Stored data entries:
_ _ _ _ _ _ _

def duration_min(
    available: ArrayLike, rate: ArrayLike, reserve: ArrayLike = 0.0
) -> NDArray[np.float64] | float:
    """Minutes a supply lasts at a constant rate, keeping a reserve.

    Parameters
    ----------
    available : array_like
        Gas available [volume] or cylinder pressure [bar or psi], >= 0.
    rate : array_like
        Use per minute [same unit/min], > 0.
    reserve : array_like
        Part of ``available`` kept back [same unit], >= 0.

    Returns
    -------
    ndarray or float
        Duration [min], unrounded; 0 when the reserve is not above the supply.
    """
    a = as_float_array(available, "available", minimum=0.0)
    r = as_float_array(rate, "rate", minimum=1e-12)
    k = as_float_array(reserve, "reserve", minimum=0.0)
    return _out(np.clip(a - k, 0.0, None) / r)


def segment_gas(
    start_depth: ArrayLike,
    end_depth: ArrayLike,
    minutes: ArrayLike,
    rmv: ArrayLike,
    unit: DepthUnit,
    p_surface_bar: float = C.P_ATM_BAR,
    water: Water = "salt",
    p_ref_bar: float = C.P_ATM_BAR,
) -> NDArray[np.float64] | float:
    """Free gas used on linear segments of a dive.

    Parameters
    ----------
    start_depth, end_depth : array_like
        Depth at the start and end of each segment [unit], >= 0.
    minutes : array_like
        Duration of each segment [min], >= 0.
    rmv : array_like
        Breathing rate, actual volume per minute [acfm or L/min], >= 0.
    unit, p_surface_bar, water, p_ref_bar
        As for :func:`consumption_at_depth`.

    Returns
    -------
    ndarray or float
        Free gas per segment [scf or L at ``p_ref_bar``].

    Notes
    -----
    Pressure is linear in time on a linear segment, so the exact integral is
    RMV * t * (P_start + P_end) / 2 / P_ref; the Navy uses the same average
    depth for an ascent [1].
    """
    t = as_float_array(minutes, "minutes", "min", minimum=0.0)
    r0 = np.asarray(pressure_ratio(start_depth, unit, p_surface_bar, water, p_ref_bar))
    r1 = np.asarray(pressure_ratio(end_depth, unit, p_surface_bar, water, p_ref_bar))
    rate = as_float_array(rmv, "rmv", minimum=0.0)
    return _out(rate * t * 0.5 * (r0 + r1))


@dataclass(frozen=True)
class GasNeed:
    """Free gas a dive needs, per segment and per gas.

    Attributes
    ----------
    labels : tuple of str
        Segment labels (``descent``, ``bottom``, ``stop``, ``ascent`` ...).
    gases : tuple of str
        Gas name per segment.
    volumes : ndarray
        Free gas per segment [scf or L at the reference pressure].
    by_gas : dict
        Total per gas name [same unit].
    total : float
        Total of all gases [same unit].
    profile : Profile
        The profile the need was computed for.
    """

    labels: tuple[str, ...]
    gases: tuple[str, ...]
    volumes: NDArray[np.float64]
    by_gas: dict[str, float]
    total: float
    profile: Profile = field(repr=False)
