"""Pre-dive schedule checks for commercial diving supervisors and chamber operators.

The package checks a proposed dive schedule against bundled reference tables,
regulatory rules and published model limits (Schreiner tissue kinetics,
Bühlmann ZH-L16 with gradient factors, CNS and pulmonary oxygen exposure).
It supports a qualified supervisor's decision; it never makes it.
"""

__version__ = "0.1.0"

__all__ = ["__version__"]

_ _ _ _ _ _ _

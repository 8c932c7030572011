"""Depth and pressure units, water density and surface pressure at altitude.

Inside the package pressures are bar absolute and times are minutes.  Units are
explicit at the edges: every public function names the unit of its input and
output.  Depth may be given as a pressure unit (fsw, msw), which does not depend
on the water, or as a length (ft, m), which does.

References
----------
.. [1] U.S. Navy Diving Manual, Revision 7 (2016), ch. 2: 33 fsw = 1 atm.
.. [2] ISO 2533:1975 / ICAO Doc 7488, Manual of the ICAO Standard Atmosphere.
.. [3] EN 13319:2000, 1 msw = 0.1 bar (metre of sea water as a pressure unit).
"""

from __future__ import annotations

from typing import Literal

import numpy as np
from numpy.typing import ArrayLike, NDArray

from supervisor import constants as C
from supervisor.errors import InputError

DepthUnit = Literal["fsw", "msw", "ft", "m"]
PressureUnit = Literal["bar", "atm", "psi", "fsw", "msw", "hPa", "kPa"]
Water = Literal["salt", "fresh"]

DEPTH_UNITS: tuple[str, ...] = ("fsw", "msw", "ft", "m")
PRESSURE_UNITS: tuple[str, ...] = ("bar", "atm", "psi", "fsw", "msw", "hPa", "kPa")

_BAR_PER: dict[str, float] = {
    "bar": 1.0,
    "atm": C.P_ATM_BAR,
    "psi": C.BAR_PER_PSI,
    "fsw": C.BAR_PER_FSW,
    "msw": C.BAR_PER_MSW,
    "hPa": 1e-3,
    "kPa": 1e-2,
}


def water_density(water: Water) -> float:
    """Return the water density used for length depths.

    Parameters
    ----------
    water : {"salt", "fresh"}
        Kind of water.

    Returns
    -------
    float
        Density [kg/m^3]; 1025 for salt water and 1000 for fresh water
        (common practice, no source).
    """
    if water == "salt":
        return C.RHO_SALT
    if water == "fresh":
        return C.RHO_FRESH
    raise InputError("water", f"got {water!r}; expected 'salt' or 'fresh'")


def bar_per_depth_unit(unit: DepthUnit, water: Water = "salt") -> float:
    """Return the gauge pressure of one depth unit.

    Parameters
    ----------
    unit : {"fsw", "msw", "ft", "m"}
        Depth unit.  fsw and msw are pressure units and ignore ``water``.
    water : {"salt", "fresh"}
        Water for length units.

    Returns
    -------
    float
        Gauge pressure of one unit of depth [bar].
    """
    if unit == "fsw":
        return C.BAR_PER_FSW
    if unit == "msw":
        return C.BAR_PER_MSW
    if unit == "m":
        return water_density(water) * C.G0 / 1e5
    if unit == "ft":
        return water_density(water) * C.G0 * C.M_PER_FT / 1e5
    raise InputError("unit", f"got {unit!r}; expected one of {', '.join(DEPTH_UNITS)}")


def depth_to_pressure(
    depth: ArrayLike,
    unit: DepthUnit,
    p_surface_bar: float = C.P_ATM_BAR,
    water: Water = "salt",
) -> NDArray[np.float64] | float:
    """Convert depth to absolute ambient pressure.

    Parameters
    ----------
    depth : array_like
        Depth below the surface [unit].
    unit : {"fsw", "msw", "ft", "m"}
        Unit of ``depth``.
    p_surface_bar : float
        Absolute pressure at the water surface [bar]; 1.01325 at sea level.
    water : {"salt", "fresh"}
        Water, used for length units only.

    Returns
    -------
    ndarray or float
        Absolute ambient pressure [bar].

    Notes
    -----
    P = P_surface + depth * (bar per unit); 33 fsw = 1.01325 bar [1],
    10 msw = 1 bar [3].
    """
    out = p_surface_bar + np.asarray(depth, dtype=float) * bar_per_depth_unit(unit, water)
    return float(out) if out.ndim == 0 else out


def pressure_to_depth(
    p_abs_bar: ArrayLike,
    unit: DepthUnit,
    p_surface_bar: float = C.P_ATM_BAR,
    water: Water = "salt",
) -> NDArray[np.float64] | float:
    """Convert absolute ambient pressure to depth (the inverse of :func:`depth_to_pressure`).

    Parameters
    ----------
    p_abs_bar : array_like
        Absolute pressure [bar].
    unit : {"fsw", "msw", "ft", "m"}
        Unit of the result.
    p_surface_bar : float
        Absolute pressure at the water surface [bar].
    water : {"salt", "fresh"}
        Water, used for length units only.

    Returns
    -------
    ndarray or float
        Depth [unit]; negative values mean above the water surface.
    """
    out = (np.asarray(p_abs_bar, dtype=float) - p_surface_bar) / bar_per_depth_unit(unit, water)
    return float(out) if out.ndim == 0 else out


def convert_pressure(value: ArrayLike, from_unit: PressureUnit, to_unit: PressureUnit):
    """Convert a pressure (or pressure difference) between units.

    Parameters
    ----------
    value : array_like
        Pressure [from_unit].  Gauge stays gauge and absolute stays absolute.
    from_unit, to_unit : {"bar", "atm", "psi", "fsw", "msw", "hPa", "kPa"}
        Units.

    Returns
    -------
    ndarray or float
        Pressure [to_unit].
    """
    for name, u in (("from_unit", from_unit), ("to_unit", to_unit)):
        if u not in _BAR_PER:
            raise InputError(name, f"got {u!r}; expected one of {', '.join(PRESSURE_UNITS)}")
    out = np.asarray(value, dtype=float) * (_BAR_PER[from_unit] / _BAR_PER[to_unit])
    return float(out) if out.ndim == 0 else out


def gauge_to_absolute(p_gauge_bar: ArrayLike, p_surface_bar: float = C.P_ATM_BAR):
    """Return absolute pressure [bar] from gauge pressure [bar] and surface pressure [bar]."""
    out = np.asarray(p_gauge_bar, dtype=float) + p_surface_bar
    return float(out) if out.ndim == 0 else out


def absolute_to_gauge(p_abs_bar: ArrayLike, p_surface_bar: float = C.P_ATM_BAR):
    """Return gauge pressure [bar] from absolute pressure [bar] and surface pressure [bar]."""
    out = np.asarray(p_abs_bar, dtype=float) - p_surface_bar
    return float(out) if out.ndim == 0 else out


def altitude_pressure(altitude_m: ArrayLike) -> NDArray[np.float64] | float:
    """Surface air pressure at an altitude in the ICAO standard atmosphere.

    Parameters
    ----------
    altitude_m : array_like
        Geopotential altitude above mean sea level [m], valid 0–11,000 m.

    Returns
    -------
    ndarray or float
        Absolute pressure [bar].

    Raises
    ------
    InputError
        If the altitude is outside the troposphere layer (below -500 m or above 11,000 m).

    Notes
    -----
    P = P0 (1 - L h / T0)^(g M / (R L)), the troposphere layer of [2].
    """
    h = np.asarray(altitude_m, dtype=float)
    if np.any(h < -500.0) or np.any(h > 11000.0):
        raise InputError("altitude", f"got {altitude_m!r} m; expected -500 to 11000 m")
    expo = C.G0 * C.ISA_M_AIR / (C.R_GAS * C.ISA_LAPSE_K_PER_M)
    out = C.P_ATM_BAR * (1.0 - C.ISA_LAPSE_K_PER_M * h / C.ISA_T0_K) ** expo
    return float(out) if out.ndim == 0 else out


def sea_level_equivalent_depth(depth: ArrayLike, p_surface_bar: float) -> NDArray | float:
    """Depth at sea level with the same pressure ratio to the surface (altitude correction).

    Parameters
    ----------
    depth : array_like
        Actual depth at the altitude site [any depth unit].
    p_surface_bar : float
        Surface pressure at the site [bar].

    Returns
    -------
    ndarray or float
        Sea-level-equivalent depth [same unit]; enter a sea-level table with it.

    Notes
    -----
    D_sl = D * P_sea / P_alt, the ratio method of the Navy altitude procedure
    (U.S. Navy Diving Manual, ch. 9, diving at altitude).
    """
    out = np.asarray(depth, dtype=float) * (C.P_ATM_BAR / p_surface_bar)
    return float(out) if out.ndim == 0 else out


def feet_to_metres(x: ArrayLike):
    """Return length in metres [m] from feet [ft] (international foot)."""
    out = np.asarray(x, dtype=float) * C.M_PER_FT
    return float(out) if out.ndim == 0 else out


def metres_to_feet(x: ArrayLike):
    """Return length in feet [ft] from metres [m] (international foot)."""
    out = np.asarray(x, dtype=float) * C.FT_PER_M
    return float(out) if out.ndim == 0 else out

_ _ _ _ _ _ _

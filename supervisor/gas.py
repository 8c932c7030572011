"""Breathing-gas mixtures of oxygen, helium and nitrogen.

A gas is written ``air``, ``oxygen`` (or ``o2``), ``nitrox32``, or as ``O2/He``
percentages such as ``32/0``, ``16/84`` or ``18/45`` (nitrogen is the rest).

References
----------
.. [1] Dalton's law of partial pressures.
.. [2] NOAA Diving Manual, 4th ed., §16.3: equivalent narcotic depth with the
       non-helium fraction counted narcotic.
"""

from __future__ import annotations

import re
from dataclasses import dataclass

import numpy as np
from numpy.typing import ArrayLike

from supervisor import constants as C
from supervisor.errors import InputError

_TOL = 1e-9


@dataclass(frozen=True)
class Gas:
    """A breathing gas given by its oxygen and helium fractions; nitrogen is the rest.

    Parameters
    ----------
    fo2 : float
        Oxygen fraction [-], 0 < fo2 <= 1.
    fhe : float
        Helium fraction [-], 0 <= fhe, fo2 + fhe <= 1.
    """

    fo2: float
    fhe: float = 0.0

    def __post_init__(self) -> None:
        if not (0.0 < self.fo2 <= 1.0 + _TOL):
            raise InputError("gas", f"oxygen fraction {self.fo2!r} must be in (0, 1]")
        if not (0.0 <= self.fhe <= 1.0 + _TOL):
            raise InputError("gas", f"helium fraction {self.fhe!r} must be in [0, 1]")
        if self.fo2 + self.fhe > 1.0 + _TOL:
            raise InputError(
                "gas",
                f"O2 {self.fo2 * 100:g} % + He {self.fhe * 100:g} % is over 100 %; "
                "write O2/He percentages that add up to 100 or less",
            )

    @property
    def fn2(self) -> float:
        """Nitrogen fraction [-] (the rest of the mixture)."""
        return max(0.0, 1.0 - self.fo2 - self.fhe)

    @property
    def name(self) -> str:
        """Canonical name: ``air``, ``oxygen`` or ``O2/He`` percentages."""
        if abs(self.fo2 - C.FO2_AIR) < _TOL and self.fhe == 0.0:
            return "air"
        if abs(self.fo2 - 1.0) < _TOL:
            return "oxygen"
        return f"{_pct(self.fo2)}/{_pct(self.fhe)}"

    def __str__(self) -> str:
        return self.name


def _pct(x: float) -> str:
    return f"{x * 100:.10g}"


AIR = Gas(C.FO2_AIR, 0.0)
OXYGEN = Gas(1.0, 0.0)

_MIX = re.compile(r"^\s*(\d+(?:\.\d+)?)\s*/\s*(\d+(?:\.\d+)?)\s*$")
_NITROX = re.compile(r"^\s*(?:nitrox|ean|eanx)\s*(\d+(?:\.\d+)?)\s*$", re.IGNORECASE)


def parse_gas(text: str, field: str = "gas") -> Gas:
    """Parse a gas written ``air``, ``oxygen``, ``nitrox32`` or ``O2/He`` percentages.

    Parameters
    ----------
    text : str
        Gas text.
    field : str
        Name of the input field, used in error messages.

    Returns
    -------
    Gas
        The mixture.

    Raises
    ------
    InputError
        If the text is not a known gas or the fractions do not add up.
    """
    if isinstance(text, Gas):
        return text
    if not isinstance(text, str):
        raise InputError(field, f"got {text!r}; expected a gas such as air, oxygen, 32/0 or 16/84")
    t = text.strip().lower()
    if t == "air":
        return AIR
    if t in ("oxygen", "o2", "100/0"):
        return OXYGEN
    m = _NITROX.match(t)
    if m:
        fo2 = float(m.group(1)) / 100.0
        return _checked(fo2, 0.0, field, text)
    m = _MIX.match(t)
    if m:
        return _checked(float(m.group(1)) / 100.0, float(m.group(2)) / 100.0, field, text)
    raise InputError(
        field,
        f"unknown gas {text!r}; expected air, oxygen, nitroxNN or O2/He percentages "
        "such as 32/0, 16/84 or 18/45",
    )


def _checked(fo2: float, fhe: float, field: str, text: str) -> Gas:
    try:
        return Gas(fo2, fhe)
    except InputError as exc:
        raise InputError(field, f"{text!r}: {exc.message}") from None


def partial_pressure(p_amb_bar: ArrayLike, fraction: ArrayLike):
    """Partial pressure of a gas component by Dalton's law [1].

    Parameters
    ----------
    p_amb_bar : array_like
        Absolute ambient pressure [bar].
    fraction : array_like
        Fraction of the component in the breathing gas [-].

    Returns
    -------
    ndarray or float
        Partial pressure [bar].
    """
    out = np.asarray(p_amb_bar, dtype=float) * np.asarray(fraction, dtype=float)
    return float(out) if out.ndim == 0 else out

_ _ _ _ _ _ _

Problem details: What lines above hold the word "fractions"? Pull each one out.

Expected answer:
    """A breathing gas given by its oxygen and helium fractions; nitrogen is the rest.
        If the text is not a known gas or the fractions do not add up.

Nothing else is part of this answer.